Space Allowance and Welfare
Minimum legal space allowances (EU and UK Welfare of Farmed Animals Regulations) specify:
- Weaned pigs <10kg: 0.15 m²/pig
- 10–20kg: 0.20 m²/pig
- 20–30kg: 0.30 m²/pig
- 30–50kg: 0.40 m²/pig
- 50–85kg: 0.55 m²/pig
- 85–110kg: 0.65 m²/pig
- >110kg: 1.00 m²/pig
Research consistently shows that higher space allowances above legal minimums reduce aggression, improve lying behaviour, and support better immune function. The Brambell-influenced Five Domains model highlights freedom of movement as a positive welfare requirement, not merely a minimum.
Enrichment Requirements
UK law requires that pigs have permanent access to enrichment materials that are manipulable, chewable, and interest-sustaining. Best practice enrichment for growing pigs:
- Rooting materials: Deep straw, peat, compost (most effective but highest cost)

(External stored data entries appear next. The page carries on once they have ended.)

def packet_prediction(scenario, *, tol: float = 1e-9) -> PacketPrediction:
    """Packet-averaged predictions for a scenario: one per measuring method.

    Centroid: ⟨dφ/dk⟩_w / v₀; flux arrival: ⟨τ⟩_w = ⟨(dφ/dk)/v(k)⟩_w; spectral:
    the mean of τ(E) with incident dk weights; plus packet R and T, the packet
    dwell time ⟨τ_D⟩ (= ∫P_region dt per unit incident probability), the share
    of |ψ̃₀|² above the barrier top (max V) and the Wigner delays at E₀. See
    `PacketPrediction` for the weights and the k-range. Integrals use tanh-sinh
    quadrature split at the channel threshold and refined until the averages
    change by less than `tol` (relative).
    """
    potential = scenario.build_potential()
    k0, sk, level, E0 = packet_kinematics(scenario)
    m, hbar = scenario.particle_mass, scenario.hbar
    left, right = potential.levels()
    far = right if scenario.packet.direction == "right" else left
    k_lo = max(k0 - K_SPAN_AVERAGES * sk, k0 / 100)
    k_hi = k0 + K_SPAN_AVERAGES * sk
    cuts = [k_lo, k_hi]
    if far > level:
        k_th = math.sqrt(2 * m * (far - level)) / hbar
        if k_lo < k_th < k_hi:
            cuts.insert(1, k_th)

    def energy(k):
        return level + (hbar * k) ** 2 / (2 * m)

    def density(k):
        return np.exp(-0.5 * ((k - k0) / sk) ** 2) / (math.sqrt(2 * math.pi) * sk)

    def averages(lev):
        nodes, weights = [], []
        for a, b in zip(cuts[:-1], cuts[1:]):
            x, w = _tanh_sinh(a, b, lev)
            nodes.append(x)
            weights.append(w)
        k = np.concatenate(nodes)
        w = np.concatenate(weights) * density(k)
        sc = scatter_scenario(scenario, energy(k), tol=max(tol * 0.1, DEFAULT_TOL))
        kp = sc.k_out
        opn = sc.open
        with np.errstate(divide="ignore", invalid="ignore"):
            flux_r = hbar * np.imag(np.conj(sc.r) * sc.dr_dE)             # R·τ_R
            flux_t = np.where(opn, kp.real / k * hbar * np.imag(np.conj(sc.t) * sc.dt_dE), 0.0)
            tau_r = np.where(np.abs(sc.r) > 0, hbar * np.imag(sc.dr_dE / sc.r), 0.0)
            tau_t = np.where(opn, hbar * np.imag(sc.dt_dE / sc.t), 0.0)
        vk = hbar * k / m
        vkp = np.where(opn, hbar * kp.real / m, 0.0)
        sums = dict(
            Z=np.sum(w), R=np.sum(w * sc.R), T=np.sum(w * sc.T),
            shift_r=np.sum(w * flux_r * vk), flux_r=np.sum(w * flux_r),
            shift_t=np.sum(w * flux_t * vkp), flux_t=np.sum(w * flux_t),
            spec_r=np.sum(w * tau_r), spec_t=np.sum(w * tau_t), Zt=np.sum(w * opn),
            dwell=np.sum(w * sc.dwell),
        )
        return {key: float(v) for key, v in sums.items()}

    lev = 3
    prev = averages(lev)
    while True:
        lev += 1
        cur = averages(lev)
        change = max(abs(cur[key] - prev[key]) / max(abs(cur[key]), 1e-300)
                     for key in cur if abs(cur[key]) > 1e-14 * max(cur["Z"], 1e-300))
        if change <= tol or lev >= 9:
            break
        prev = cur
    s = cur
    Z = s["Z"]
    E_tab = scatter_scenario(scenario, [E0])
    v0 = hbar * k0 / m
    warnings = []
    refl = trans = None
    if s["R"] > 1e-14 * Z:
        wig = float(E_tab.delay_reflection[0])
        refl = ChannelPrediction(
            "reflection", s["R"] / Z, s["shift_r"] / s["R"], s["shift_r"] / s["R"] / v0,
            s["flux_r"] / s["R"], s["spec_r"] / Z, wig if math.isfinite(wig) else None)
    if s["T"] > 1e-300:
        kp0 = E_tab.k_out[0]
        open0 = bool(E_tab.open[0])
        shift = s["shift_t"] / s["T"]
        wig = float(E_tab.delay_transmission[0])
        trans = ChannelPrediction(
            "transmission", s["T"] / Z, shift,
            shift / (hbar * kp0.real / m) if open0 else None,
            s["flux_t"] / s["T"], s["spec_t"] / s["Zt"] if s["Zt"] > 0 else None,
            wig if (open0 and math.isfinite(wig)) else None)
    # share above the barrier top
    support = potential.support()
    if support is not None:
        xs = np.linspace(support[0], support[1], 20001)
        top = float(max(np.max(potential(xs)), left, right))
        if potential.piecewise_constant:
            top = float(max(np.max(layers_from_potential(potential, hbar).levels), top))
    else:
        top = float(level)
    if top > level:
        k_top = math.sqrt(2 * m * (top - level)) / hbar
        share = 0.5 * math.erfc((k_top - k0) / (math.sqrt(2) * sk))
    else:
        share = 1.0
    from scipy.special import ndtr
    excluded = float(ndtr((k_lo - k0) / sk) + ndtr(-(k_hi - k0) / sk))
    if k0 / sk < 6:
        warnings.append(f"k0/sigma_k = {k0 / sk:.3g} < 6: the packet has content near k = 0, "
                        f"where the delays diverge; averages drop k < {k_lo:.3g}")
    if 1e-3 < share < 1 and potential.deltas() == [] and top > level:
        warnings.append(f"{share:.3g} of the packet lies above the barrier top V = {top:g}: "
                        f"compare with the filtered reference (ψ̃₀·|r| or ψ̃₀·|t|)")
    return PacketPrediction(
        k0=k0, sigma_k=sk, energy0=E0, mean_energy=E0 + (hbar * sk) ** 2 / (2 * m),
        reflection=refl, transmission=trans, dwell=s["dwell"] / Z, share_above_top=share,
        barrier_top=top, excluded_weight=excluded, k_range=(k_lo, k_hi),
        reference_points={"x_r": E_tab.x_r, "x_t": E_tab.x_t}, warnings=tuple(warnings))


# ----------------------------------------------------------------------------------------
# Exact synthesis


def synthesize(scenario, times, x=None, *, nodes: Optional[int] = None,
               cells: Optional[int] = None, chunk: int = 256) -> np.ndarray:
    """Exact ψ(x, t) = ∫ dk φ̃₀(k) ψ_k(x) e^{−iE(k)t/ħ} from the stationary states.

    Returns a complex array (len(times), len(x)); x defaults to the scenario's
    grid. φ̃₀ is the Fourier amplitude of the free Gaussian ψ₀ of
    `packets.gaussian`, so ψ(x, 0) reproduces ψ₀ left of the potential (up to
    its own reflected and transmitted tails, which are negligible when the
    packet starts far from the potential). The k-integral is the trapezoid
    rule on k₀ ± 12σ_k (components with k ≤ 0 are dropped: their weight is
    ~exp(−(k₀/σ_k)²/2)); its node spacing is chosen so that the aliased copies
    of the packet (period 2π/Δk in x) lie beyond 4× the region the packet
    explores during `times`. Exact for piecewise-constant potentials; smooth
    ones are sliced (``cells``).
    """
    potential = scenario.build_potential()
    _check_scattering(potential)
    k0, sk, level, _ = packet_kinematics(scenario)
    m, hbar = scenario.particle_mass, scenario.hbar
    pk = scenario.packet
    times = np.atleast_1d(np.asarray(times, dtype=float))
    x = Grid.from_spec(scenario.grid).x if x is None else np.asarray(x, dtype=float)
    k_lo = max(k0 - K_SPAN_SYNTHESIS * sk, 1e-3 * k0)
    k_hi = k0 + K_SPAN_SYNTHESIS * sk
    if nodes is None:
        support = potential.support() or (pk.center, pk.center)
        lo = min(float(x.min()), support[0], pk.center)
        hi = max(float(x.max()), support[1], pk.center)
        vmax = hbar * k_hi / m
        reach = (hi - lo) + vmax * float(np.max(np.abs(times))) + 10 * pk.width
        dk = 2 * np.pi / (4 * reach)
        nodes = int(math.ceil((k_hi - k_lo) / dk)) + 1
    k = np.linspace(k_lo, k_hi, nodes)
    wk = np.full(nodes, (k_hi - k_lo) / (nodes - 1))
    wk[0] = wk[-1] = wk[0] / 2
    support = potential.support()
    x_r, x_t = _references(potential, scenario.measure.reference, None, pk.direction)
    sign = 1.0 if pk.direction == "right" else -1.0
    # φ̃₀(k) for ψ₀ = ∫ dk φ̃₀(k) e^{i s k (x − x_r)}, s = ±1 the direction
    s = pk.width
    x0 = sign * pk.center
    xr = sign * x_r
    phi = ((2 * np.pi * s ** 2) ** -0.25 * (2 * s * math.sqrt(np.pi)) / (2 * np.pi)
           * np.exp(-s ** 2 * (k - k0) ** 2 + 1j * k0 * x0 - 1j * k * (x0 - xr)))
    E = level + (hbar * k) ** 2 / (2 * m)
    out = np.zeros((len(times), len(x)), complex)
    for start in range(0, nodes, chunk):
        sl = slice(start, start + chunk)
        states = stationary_state(potential, E[sl], x, hbar=hbar, x_r=x_r, x_t=x_t,
                                  direction=pk.direction, cells=cells)
        coeff = (wk[sl] * phi[sl])[None, :] * np.exp(-1j * np.outer(times, E[sl]) / hbar)
        out += coeff @ states
    return out


# ----------------------------------------------------------------------------------------
# Tables for the command line


def default_energies(scenario, n: int = 201) -> np.ndarray:
    """Energies E(k) for k in k₀ ± 4σ_k (k kept above k₀/100), i.e. the packet's spectrum."""
    k0, sk, level, _ = packet_kinematics(scenario)
    m, hbar = scenario.particle_mass, scenario.hbar
    k = np.linspace(max(k0 - 4 * sk, k0 / 100), k0 + 4 * sk, n)
    return level + (hbar * k) ** 2 / (2 * m)


def parse_energies(text: str) -> np.ndarray:
    """'A:B:N' → N energies from A to B (inclusive)."""
    parts = str(text).split(":")
    try:
        if len(parts) != 3:
            raise ValueError
        a, b, n = float(parts[0]), float(parts[1]), int(parts[2])
    except ValueError:
        raise TheoryError(f"--energies must look like A:B:N (two numbers and a count), "
                          f"got {text!r}") from None
    if n < 1 or not (math.isfinite(a) and math.isfinite(b)):
        raise TheoryError(f"--energies: need finite A, B and N >= 1 (got {text!r})")
    if n > 1_000_000:
        raise TheoryError(f"--energies: N = {n} is too many points (at most 1000000)")
    return np.linspace(a, b, n) if n > 1 else np.array([a])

- Manipulable objects: Hanging chains, hanging balls, wood blocks, hessian
- Foraging opportunity: Scatter feeding, novel food items
- Cognitive challenge: Puzzle feeders, rotating novel items
Enrichment provision is the single most effective intervention for preventing tail biting — the most costly welfare problem in commercial pig production.
Disease and Welfare
Key diseases affecting welfare in growing pigs:
- Post-weaning diarrhoea (PWD): E. coli-mediated; causes dehydration, pain, and significant mortality if untreated
- PRRS (Porcine Reproductive and Respiratory Syndrome): Respiratory and immune suppression across all ages
- Swine influenza: Causes pyrexia, respiratory signs, and significant welfare impact during outbreaks
- Ileitis (Lawsonia intracellularis): Causes chronic or acute diarrhoea and weight loss in growing pigs
Positive Welfare Indicators
Welfare assessment in growing pigs should go beyond absence of illness to include positive states:
- Play behaviour (running, jumping, social play) — indicator of positive affective state
- Exploratory behaviour (rooting, nosing enrichment materials)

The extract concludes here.